### Exercise description
Set down each line of the data below exactly.

(Stored data)
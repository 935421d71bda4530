//! The commands behind the binary: each takes resolved options and returns what to print and
//! the exit status, so that the binary stays a thin shell and tests can call commands directly.

use crate::diag::{self, Diagnostic, Severity};
use crate::model::{self, Model};
use serde::Serialize;

/// Exit statuses shared by every command.
#[derive(Clone, Copy, Debug, PartialEq, Eq, PartialOrd, Ord)]
pub enum Exit {
    /// Everything holds.
    Holds = 0,
    /// A finding, a failed expectation or a violated requirement.
    Finding = 1,
    /// Unreadable input or bad usage.
    BadInput = 2,
    /// A bound was hit before a verdict.
    Inconclusive = 3,
}

/// What a command prints and how it exits.
#[derive(Debug)]
pub struct Outcome {
    pub stdout: String,
    pub stderr: String,
    pub exit: Exit,
}

impl Outcome {
    pub fn bad_input(stderr: String) -> Outcome {
        Outcome {
            stdout: String::new(),
            stderr,
            exit: Exit::BadInput,
        }
    }
}

#[derive(Clone, Copy, Debug, PartialEq, Eq, Default)]
pub enum Format {
    #[default]
    Text,
    Json,
    Markdown,
    Dot,
    Csv,
    Vcd,
    Svg,
}

/// A source file as read, with the name it is shown under.
pub struct Source {
    pub path: String,
    pub text: String,
}

impl Source {
    pub fn read(path: &str) -> Result<Source, String> {
        let bytes =
            std::fs::read(path).map_err(|e| format!("error: cannot read `{path}`: {e}\n"))?;
        // A policy is text; invalid UTF-8 is reported, not guessed at.
        let text = String::from_utf8(bytes).map_err(|e| {
            format!(
                "error: `{path}` is not UTF-8 text (invalid byte at offset {})\n",
                e.utf8_error().valid_up_to()
            )
        })?;
        Ok(Source {
            path: path.to_string(),
            text,
        })
    }
}

/// Reads and lowers a policy: the model plus its warnings, or the rendered errors.
pub fn load_policy(path: &str) -> Result<(Source, Model, Vec<Diagnostic>), String> {
    let src = Source::read(path)?;
    let (m, diags) = model::load(&src.text);
    match m {
        Some(m) => Ok((src, m, diags)),
        None => Err(diag::render(&src.path, &src.text, &diags)),
    }
}

#[derive(Serialize)]
struct JsonFinding<'a> {
    severity: Severity,
    kind: &'a str,
    message: &'a str,
    location: String,
    line: usize,
    column: usize,
    hint: &'a str,
}

fn line_col(src: &str, offset: usize) -> (usize, usize) {
    let before = &src[..src.floor_char_boundary(offset.min(src.len()))];
    let line = before.matches('\n').count() + 1;
    let col = before.rsplit('\n').next().map_or(0, |l| l.chars().count()) + 1;
    (line, col)
}

/// `limpet check`: parse, lower and analyse a policy.
pub fn check(path: &str, format: Format, deny_warnings: bool) -> Outcome {
    let src = match Source::read(path) {
        Ok(s) => s,
        Err(e) => return Outcome::bad_input(e),
    };
    let (m, mut diags) = model::load(&src.text);
    let Some(m) = m else {
        return Outcome::bad_input(diag::render(&src.path, &src.text, &diags));
    };
    diags.extend(crate::analysis::findings(&m));
    if deny_warnings {
        for d in &mut diags {
            if d.severity == Severity::Warning {
                d.severity = Severity::Error;
            }
        }
    }
    // Grouped by severity, in source order within each group.
    diags.sort_by(|a, b| {
        a.severity
            .cmp(&b.severity)
            .then(a.span.start.cmp(&b.span.start))
    });
    let errors = diags
        .iter()
        .filter(|d| d.severity == Severity::Error)
        .count();
    let warnings = diags
        .iter()
        .filter(|d| d.severity == Severity::Warning)
        .count();
    let summary = format!(
        "{}: {} error{}, {} warning{} ({} modes, {} faults, {} transitions)",
        m.name,
        errors,
        if errors == 1 { "" } else { "s" },
        warnings,
        if warnings == 1 { "" } else { "s" },
        m.modes.len(),
        m.faults.len(),
        m.transitions.len()
    );
    let stdout = match format {
        Format::Json => {
            let findings: Vec<JsonFinding> = diags
                .iter()
                .map(|d| {
                    let (line, column) = line_col(&src.text, d.span.start);
                    JsonFinding {
                        severity: d.severity,
                        kind: d.code,
                        message: &d.message,
                        location: format!("{}:{line}:{column}", src.path),
                        line,
                        column,
                        hint: &d.hint,
                    }
                })
                .collect();
            let v = serde_json::json!({
                "policy": m.name,
                "path": src.path,
                "errors": errors,
                "warnings": warnings,
                "findings": findings,
                "summary": summary,
            });
            format!("{}\n", serde_json::to_string_pretty(&v).unwrap_or_default())
        }
        _ => {
            let mut out = diag::render(&src.path, &src.text, &diags);
            out.push_str(&summary);
            out.push('\n');
            out
        }
    };
    Outcome {
        stdout,
        stderr: String::new(),
        exit: if errors > 0 {
            Exit::Finding
        } else {
            Exit::Holds
        },
    }
}

/// `limpet graph`: the mode graph as DOT or JSON.
pub fn graph(path: &str, format: Format) -> Outcome {
    let (_, m, _) = match load_policy(path) {
        Ok(x) => x,
        Err(e) => return Outcome::bad_input(e),
    };
    let stdout = match format {
        Format::Json => crate::report::graph::json(&m),
        Format::Dot | Format::Text => crate::report::graph::dot(&m),
        other => {
            return Outcome::bad_input(format!(
                "error: `graph` writes dot or json, not {other:?}\n  = hint: use --format dot or --format json\n"
            ));
        }
    };
    Outcome {
        stdout,
        stderr: String::new(),
        exit: Exit::Holds,
    }
}
/// Options of `limpet run`, resolved from the flags.
#[derive(Clone, Debug, Default)]
pub struct RunConfig {
    /// Overrides the policy path each script names.
    pub policy: Option<String>,
    pub sample_every: Option<crate::time::Time>,
    pub format: Format,
    /// Print only the verdicts.
    pub quiet: bool,
}

/// A scenario read, resolved against its policy, and replayed.
pub struct Replay {
    pub scenario: Source,
    pub model: Model,
    /// The script as resolved, for views that need its expectations.
    pub script: crate::sim::script::Script,
    pub trace: crate::sim::trace::Trace,
}

/// Reads a scenario and its policy (relative to the scenario file unless overridden),
/// resolves and replays it. Errors come rendered, ready for standard error.
pub fn replay(
    path: &str,
    policy_override: Option<&str>,
    opts: crate::sim::engine::RunOptions,
) -> Result<Replay, String> {
    let src = Source::read(path)?;
    let (ast, diags) = crate::lang::scenario::parse(&src.text);
    let Some(ast) = ast else {
        return Err(diag::render(&src.path, &src.text, &diags));
    };
    let policy_path = match policy_override {
        Some(p) => p.to_string(),
        None => {
            let written = ast.items.iter().find_map(|i| match i {
                crate::lang::scenario::Item::Policy { path, .. } => Some(path.value.clone()),
                _ => None,
            });
            let Some(written) = written else {
                let d = Diagnostic::error(
                    "missing-item",
                    ast.name.span,
                    "the scenario names no policy",
                )
                .with_label("needs `policy \"FILE\"`")
                .with_hint(
                    "add `policy \"van_throttle.limp\"` (relative to this file), or pass --policy",
                );
                return Err(diag::render(&src.path, &src.text, &[d]));
            };
            let base = std::path::Path::new(path)
                .parent()
                .unwrap_or(std::path::Path::new(""));
            base.join(written).to_string_lossy().into_owned()
        }
    };
    let (_, model, _) = load_policy(&policy_path)?;
    let script = crate::sim::script::resolve(&ast, &model)
        .map_err(|d| diag::render(&src.path, &src.text, &d))?;
    let trace = crate::sim::engine::run(&model, &script, opts)
        .map_err(|e| format!("error: the actuator figures of `{policy_path}` give no usable throttle-body model: {e}\n"))?;
    Ok(Replay {
        scenario: src,
        model,
        script,
        trace,
    })
}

### Response
repository 935421d71bda4530
//! The commands behind the binary: each takes resolved options and returns what to print and
//! the exit status, so that the binary stays a thin shell and tests can call commands directly.

use crate::diag::{self, Diagnostic, Severity};
use crate::model::{self, Model};
use serde::Serialize;

/// Exit statuses shared by every command.
#[derive(Clone, Copy, Debug, PartialEq, Eq, PartialOrd, Ord)]
pub enum Exit {
    /// Everything holds.
    Holds = 0,
    /// A finding, a failed expectation or a violated requirement.
    Finding = 1,
    /// Unreadable input or bad usage.
    BadInput = 2,
    /// A bound was hit before a verdict.
    Inconclusive = 3,
}

/// What a command prints and how it exits.
#[derive(Debug)]
pub struct Outcome {
    pub stdout: String,
    pub stderr: String,
    pub exit: Exit,
}

impl Outcome {
    pub fn bad_input(stderr: String) -> Outcome {
        Outcome {
            stdout: String::new(),
            stderr,
            exit: Exit::BadInput,
        }
    }
}

#[derive(Clone, Copy, Debug, PartialEq, Eq, Default)]
pub enum Format {
    #[default]
    Text,
    Json,
    Markdown,
    Dot,
    Csv,
    Vcd,
    Svg,
}

/// A source file as read, with the name it is shown under.
pub struct Source {
    pub path: String,
    pub text: String,
}

impl Source {
    pub fn read(path: &str) -> Result<Source, String> {
        let bytes =
            std::fs::read(path).map_err(|e| format!("error: cannot read `{path}`: {e}\n"))?;
        // A policy is text; invalid UTF-8 is reported, not guessed at.
        let text = String::from_utf8(bytes).map_err(|e| {
            format!(
                "error: `{path}` is not UTF-8 text (invalid byte at offset {})\n",
                e.utf8_error().valid_up_to()
            )
        })?;
        Ok(Source {
            path: path.to_string(),
            text,
        })
    }
}

/// Reads and lowers a policy: the model plus its warnings, or the rendered errors.
pub fn load_policy(path: &str) -> Result<(Source, Model, Vec<Diagnostic>), String> {
    let src = Source::read(path)?;
    let (m, diags) = model::load(&src.text);
    match m {
        Some(m) => Ok((src, m, diags)),
        None => Err(diag::render(&src.path, &src.text, &diags)),
    }
}

#[derive(Serialize)]
struct JsonFinding<'a> {
    severity: Severity,
    kind: &'a str,
    message: &'a str,
    location: String,
    line: usize,
    column: usize,
    hint: &'a str,
}

fn line_col(src: &str, offset: usize) -> (usize, usize) {
    let before = &src[..src.floor_char_boundary(offset.min(src.len()))];
    let line = before.matches('\n').count() + 1;
    let col = before.rsplit('\n').next().map_or(0, |l| l.chars().count()) + 1;
    (line, col)
}

/// `limpet check`: parse, lower and analyse a policy.
pub fn check(path: &str, format: Format, deny_warnings: bool) -> Outcome {
    let src = match Source::read(path) {
        Ok(s) => s,
        Err(e) => return Outcome::bad_input(e),
    };
    let (m, mut diags) = model::load(&src.text);
    let Some(m) = m else {
        return Outcome::bad_input(diag::render(&src.path, &src.text, &diags));
    };
    diags.extend(crate::analysis::findings(&m));
    if deny_warnings {
        for d in &mut diags {
            if d.severity == Severity::Warning {
                d.severity = Severity::Error;
            }
        }
    }
    // Grouped by severity, in source order within each group.
    diags.sort_by(|a, b| {
        a.severity
            .cmp(&b.severity)
            .then(a.span.start.cmp(&b.span.start))
    });
    let errors = diags
        .iter()
        .filter(|d| d.severity == Severity::Error)
        .count();
    let warnings = diags
        .iter()
        .filter(|d| d.severity == Severity::Warning)
        .count();
    let summary = format!(
        "{}: {} error{}, {} warning{} ({} modes, {} faults, {} transitions)",
        m.name,
        errors,
        if errors == 1 { "" } else { "s" },
        warnings,
        if warnings == 1 { "" } else { "s" },
        m.modes.len(),
        m.faults.len(),
        m.transitions.len()
    );
    let stdout = match format {
        Format::Json => {
            let findings: Vec<JsonFinding> = diags
                .iter()
                .map(|d| {
                    let (line, column) = line_col(&src.text, d.span.start);
                    JsonFinding {
                        severity: d.severity,
                        kind: d.code,
                        message: &d.message,
                        location: format!("{}:{line}:{column}", src.path),
                        line,
                        column,
                        hint: &d.hint,
                    }
                })
                .collect();
            let v = serde_json::json!({
                "policy": m.name,
                "path": src.path,
                "errors": errors,
                "warnings": warnings,
                "findings": findings,
                "summary": summary,
            });
            format!("{}\n", serde_json::to_string_pretty(&v).unwrap_or_default())
        }
        _ => {
            let mut out = diag::render(&src.path, &src.text, &diags);
            out.push_str(&summary);
            out.push('\n');
            out
        }
    };
    Outcome {
        stdout,
        stderr: String::new(),
        exit: if errors > 0 {
            Exit::Finding
        } else {
            Exit::Holds
        },
    }
}

/// `limpet graph`: the mode graph as DOT or JSON.
pub fn graph(path: &str, format: Format) -> Outcome {
    let (_, m, _) = match load_policy(path) {
        Ok(x) => x,
        Err(e) => return Outcome::bad_input(e),
    };
    let stdout = match format {
        Format::Json => crate::report::graph::json(&m),
        Format::Dot | Format::Text => crate::report::graph::dot(&m),
        other => {
            return Outcome::bad_input(format!(
                "error: `graph` writes dot or json, not {other:?}\n  = hint: use --format dot or --format json\n"
            ));
        }
    };
    Outcome {
        stdout,
        stderr: String::new(),
        exit: Exit::Holds,
    }
}
/// Options of `limpet run`, resolved from the flags.
#[derive(Clone, Debug, Default)]
pub struct RunConfig {
    /// Overrides the policy path each script names.
    pub policy: Option<String>,
    pub sample_every: Option<crate::time::Time>,
    pub format: Format,
    /// Print only the verdicts.
    pub quiet: bool,
}

/// A scenario read, resolved against its policy, and replayed.
pub struct Replay {
    pub scenario: Source,
    pub model: Model,
    /// The script as resolved, for views that need its expectations.
    pub script: crate::sim::script::Script,
    pub trace: crate::sim::trace::Trace,
}

/// Reads a scenario and its policy (relative to the scenario file unless overridden),
/// resolves and replays it. Errors come rendered, ready for standard error.
pub fn replay(
    path: &str,
    policy_override: Option<&str>,
    opts: crate::sim::engine::RunOptions,
) -> Result<Replay, String> {
    let src = Source::read(path)?;
    let (ast, diags) = crate::lang::scenario::parse(&src.text);
    let Some(ast) = ast else {
        return Err(diag::render(&src.path, &src.text, &diags));
    };
    let policy_path = match policy_override {
        Some(p) => p.to_string(),
        None => {
            let written = ast.items.iter().find_map(|i| match i {
                crate::lang::scenario::Item::Policy { path, .. } => Some(path.value.clone()),
                _ => None,
            });
            let Some(written) = written else {
                let d = Diagnostic::error(
                    "missing-item",
                    ast.name.span,
                    "the scenario names no policy",
                )
                .with_label("needs `policy \"FILE\"`")
                .with_hint(
                    "add `policy \"van_throttle.limp\"` (relative to this file), or pass --policy",
                );
                return Err(diag::render(&src.path, &src.text, &[d]));
            };
            let base = std::path::Path::new(path)
                .parent()
                .unwrap_or(std::path::Path::new(""));
            base.join(written).to_string_lossy().into_owned()
        }
    };
    let (_, model, _) = load_policy(&policy_path)?;
    let script = crate::sim::script::resolve(&ast, &model)
        .map_err(|d| diag::render(&src.path, &src.text, &d))?;
    let trace = crate::sim::engine::run(&model, &script, opts)
        .map_err(|e| format!("error: the actuator figures of `{policy_path}` give no usable throttle-body model: {e}\n"))?;
    Ok(Replay {
        scenario: src,
        model,
        script,
        trace,
    })
}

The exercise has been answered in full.